Project: Collaborative Research: Peptide Deamination as a Source of Refractory Dissolved Organic Matter in Marine Sediments

NSF Award Abstract:
Dissolved organic matter (DOM) in the ocean is one of the largest carbon reservoirs on Earth. Much of this DOM is highly resistant to degradation (refractory) and aged, but the nature and reasons behind the accumulation of refractory DOM in the ocean is one of the unresolved mysteries of the marine carbon cycle. While marine sediments have been shown to be a globally important source of DOM to the ocean, the connection between sediment DOM dynamics and the oceanic DOM cycle remains elusive, because information is lacking on the molecular composition and reactivity of pore water DOM. To fill this knowledge gap, this project will address the question of how refractory DOM is produced in sediments and the fate of benthic DOM in the water column. The research will focus on the relationship between protein/peptide dynamics and sediment DOM cycling, examining peptide deamination as an important pathway for the production of refractory and 14C-depleted DOM in continental margin sediments. These objectives will be met through a combination of geochemical profiling of sediment cores collected across a range of redox conditions, and long-term sediment incubation studies conducted under controlled laboratory conditions. At the heart of this proposed work is structural elucidation and quantification of intact and deaminated peptides in pore-water DOM using state-of-the-art analytical techniques. The study will help better understand how the present-day carbon cycle operates, as well as how it may respond in the future. The proposed work will integrate research and education using several approaches. All PIs routinely integrate their research into their classes, which range from introductory-undergraduate to advanced-graduate courses and will continue to do so here. All three PIs are also committed to engaging women and underrepresented minority students.

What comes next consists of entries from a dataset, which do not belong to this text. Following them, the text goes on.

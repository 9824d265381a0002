/** The sizes most markings start with, read from the characters exactly as the size reader reads them. */
import type { SizePrefix } from "../types";
import { MM_PER_INCH } from "../units";
import { codeAt, DASH, L, P, POINT, R, S, SLASH, spacesEnd, T, upper, valueOf, X, Z } from "./chars";
import type { Draft } from "./reader";
import { readAsNote } from "./size";
import { CONSTRUCTION_CODES, inRange, makeSize, RADIAL, RADIAL_ASSUMED, SIZE_BOUNDS, type ConstructionCode } from "./size-parts";
import { digitsEnd, isDigit, isLetter, isSpace, MULTIPLICATION_SIGN } from "./tokens";

const ZR = CONSTRUCTION_CODES.get("ZR") as ConstructionCode;

/**
 * A word that can change how what stands before it is read: one letter (a load range, a "C", a UTQG
 * grade, the "×" of a flotation size) or a trailing "LT".
 */
export function startsShortOrLtWord(input: string, at: number): boolean {
  const c = codeAt(input, at);
  if (c === MULTIPLICATION_SIGN) return true;
  if (!isLetter(c)) return false;
  const next = codeAt(input, at + 1);
  return !isLetter(next) || (upper(c) === L && upper(next) === T);
}

function prefixAt(input: string, start: number): SizePrefix | null {
  const first = upper(codeAt(input, start));
  if (first === P || first === T) return first === P ? "P" : "T";
  if ((first === L || first === S) && upper(codeAt(input, start + 1)) === T) return first === L ? "LT" : "ST";
  return null;
}

/**
 * A metric size at `start` in the standard form ("285/50R20", "LT265/70ZR17") or a forgiving one the
 * size reader takes with a note ("285-50R20", "28550R20", "285/50/20", "285 50 20"), recorded as that
 * reader would; the index after it, or -1.
 */
export function readMetricSize(input: string, d: Draft, start: number): number {
  const prefix = prefixAt(input, start);
  const widthAt = start + (prefix?.length ?? 0);
  const digits = digitsEnd(input, widthAt) - widthAt;
  const separator = codeAt(input, widthAt + 3);
  const spaced = digits === 3 && isSpace(separator);
  if (digits === 3 ? !spaced && separator !== SLASH && separator !== DASH : digits !== 5) return -1;
  const aspectAt = digits === 5 ? widthAt + 3 : spaced ? spacesEnd(input, widthAt + 3) : widthAt + 4;
  const aspectEnd = aspectAt + 2;
  if (digitsEnd(input, aspectAt) !== aspectEnd) return -1;
  // R or ZR as marked; radial is assumed for a second slash or a space before the rim.
  const mark = upper(codeAt(input, aspectEnd));
  const zr = mark === Z && upper(codeAt(input, aspectEnd + 1)) === R;
  const marked = !spaced && (zr || mark === R);
  const assumed = spaced ? isSpace(mark) : digits === 3 && separator === SLASH && mark === SLASH;
  if (!marked && !assumed) return -1;
  const rimAt = spaced ? spacesEnd(input, aspectEnd) : aspectEnd + (zr ? 2 : 1);
  const sizeEnd = rimAt + 2;
  if (digitsEnd(input, rimAt) !== sizeEnd || (sizeEnd < input.length && !isSpace(input.charCodeAt(sizeEnd)))) return -1;
  const width = valueOf(input, widthAt, widthAt + 3);
  const aspect = valueOf(input, aspectAt, aspectEnd);
  const rim = valueOf(input, rimAt, sizeEnd);
  if (!inRange(width, SIZE_BOUNDS.sectionWidthMm) || !inRange(aspect, SIZE_BOUNDS.aspectRatio) || !inRange(rim, SIZE_BOUNDS.rimDiameterIn)) return -1;
  // A trailing "LT", "C" or load range letter belongs to the size.
  if (startsShortOrLtWord(input, spacesEnd(input, sizeEnd))) return -1;
  const size = makeSize("metric", prefix, width, aspect, zr ? ZR : RADIAL, rim, null);
  d.size = size;
  if (assumed || digits === 5 || separator === DASH) d.assumptions.push(readAsNote(input.slice(start, sizeEnd), size, assumed ? RADIAL_ASSUMED : ""));
  d.spans.push({ part: "size", start, end: sizeEnd });
  if (prefix !== null) d.details.push({ detail: "prefix", start, end: widthAt });
  // One push each: a push of several items at once takes a slow path in V8.
  d.details.push({ detail: "sectionWidth", start: widthAt, end: widthAt + 3 });
  d.details.push({ detail: "aspectRatio", start: aspectAt, end: aspectEnd });
  if (marked) d.details.push({ detail: "construction", start: aspectEnd, end: rimAt });
  d.details.push({ detail: "rimDiameter", start: rimAt, end: sizeEnd });
  return sizeEnd;
}
/** A flotation size such as "33x12.50R15LT" at `start`, recorded as the size reader would; the index after it, or -1. */
export function readFlotationSize(input: string, d: Draft, start: number): number {
  const widthAt = start + 3;
  const times = codeAt(input, start + 2);
  if (digitsEnd(input, start) !== start + 2 || (upper(times) !== X && times !== MULTIPLICATION_SIGN)) return -1;
  let widthEnd = digitsEnd(input, widthAt);
  const point = widthEnd;
  if (codeAt(input, point) === POINT && isDigit(codeAt(input, point + 1))) widthEnd = digitsEnd(input, point + 1);
  const rimAt = widthEnd + 1;
  const rimEnd = rimAt + 2;
  const lt = upper(codeAt(input, rimEnd)) === L && upper(codeAt(input, rimEnd + 1)) === T;
  const sizeEnd = lt ? rimEnd + 2 : rimEnd;
  const shape = widthEnd > widthAt && upper(codeAt(input, widthEnd)) === R && digitsEnd(input, rimAt) === rimEnd && (sizeEnd === input.length || isSpace(input.charCodeAt(sizeEnd)));
  if (!shape || widthEnd - point > 3) return -1;
  const diameter = valueOf(input, start, start + 2);
  // Hundredths over 100 is the double nearest the decimal, as Number("12.50") is, without parsing a slice.
  const decimals = Math.max(widthEnd - point - 1, 0);
  const width = (valueOf(input, widthAt, point) * 10 ** decimals + valueOf(input, point + 1, widthEnd)) / 10 ** decimals;
  const rim = valueOf(input, rimAt, rimEnd);
  const bounds = SIZE_BOUNDS;
  if (!inRange(diameter, bounds.flotationDiameterIn) || !inRange(width, bounds.flotationWidthIn) || !inRange(rim, bounds.rimDiameterIn) || diameter - rim < 2) return -1;
  if (!lt && startsShortOrLtWord(input, spacesEnd(input, sizeEnd))) return -1;
  d.size = makeSize("flotation", lt ? "LT" : null, width * MM_PER_INCH, null, RADIAL, rim, diameter);
  d.spans.push({ part: "size", start, end: sizeEnd });
  d.details.push({ detail: "overallDiameter", start, end: start + 2 });
  d.details.push({ detail: "sectionWidth", start: widthAt, end: widthEnd });
  d.details.push({ detail: "construction", start: widthEnd, end: rimAt });
  d.details.push({ detail: "rimDiameter", start: rimAt, end: rimEnd });
  if (lt) d.details.push({ detail: "prefix", start: rimEnd, end: sizeEnd });
  return sizeEnd;
}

Marine sediments are a globally important source of dissolved organic matter (DOM) to the ocean. However, the connection between sediment DOM dynamics and the oceanic DOM cycle remains elusive because information about the molecular composition and reactivity of pore water DOM is lacking. To help fill this knowledge gap, this project will address the question of how refractory DOM is produced in sediments and the fate of the benthic DOM flux in the water column. The proposed study explores a novel and potentially transformative idea that deamination of peptides in sediments is a source of refractory and 14C-depleted DOM in seawater. This idea is consistent not only with the fact that the majority of seawater dissolved organic nitrogen occurs in amide form, but also with recent reports about the widespread occurrence of nitrogen-bearing formulas in deep-sea refractory DOM. The central hypothesis will be tested through a unique blend of bottom-up (molecular level DOM analyses) and top-down (bulk-level elemental and isotopic analyses, and numerical modeling) approaches. This work will involve a combination of geochemical profiling of sediment cores collected across a range of redox conditions, and long-term sediment incubation studies conducted under controlled laboratory conditions. At the heart of the proposed work is structural elucidation and quantification of intact and deaminated peptides in pore-water DOM using a state-of-the-art liquid chromatography-mass spectrometry system (ultra-high performance liquid chromatography coupled to an Orbitrap Fusion Tribrid Mass Spectrometer), which is expected to provide an unprecedented wealth of molecular-level information about pore water DOM. The proposed work will lead to an improved mechanistic understanding of organic matter decomposition and benthic DOM cycling and shed light on the connections between the modern-day oceanic and sedimentary carbon and nitrogen cycles as they relate to the formation of refractory DOM.

This award reflects NSF's statutory mission and has been deemed worthy of support through evaluation using the Foundation's intellectual merit and broader impacts review criteria.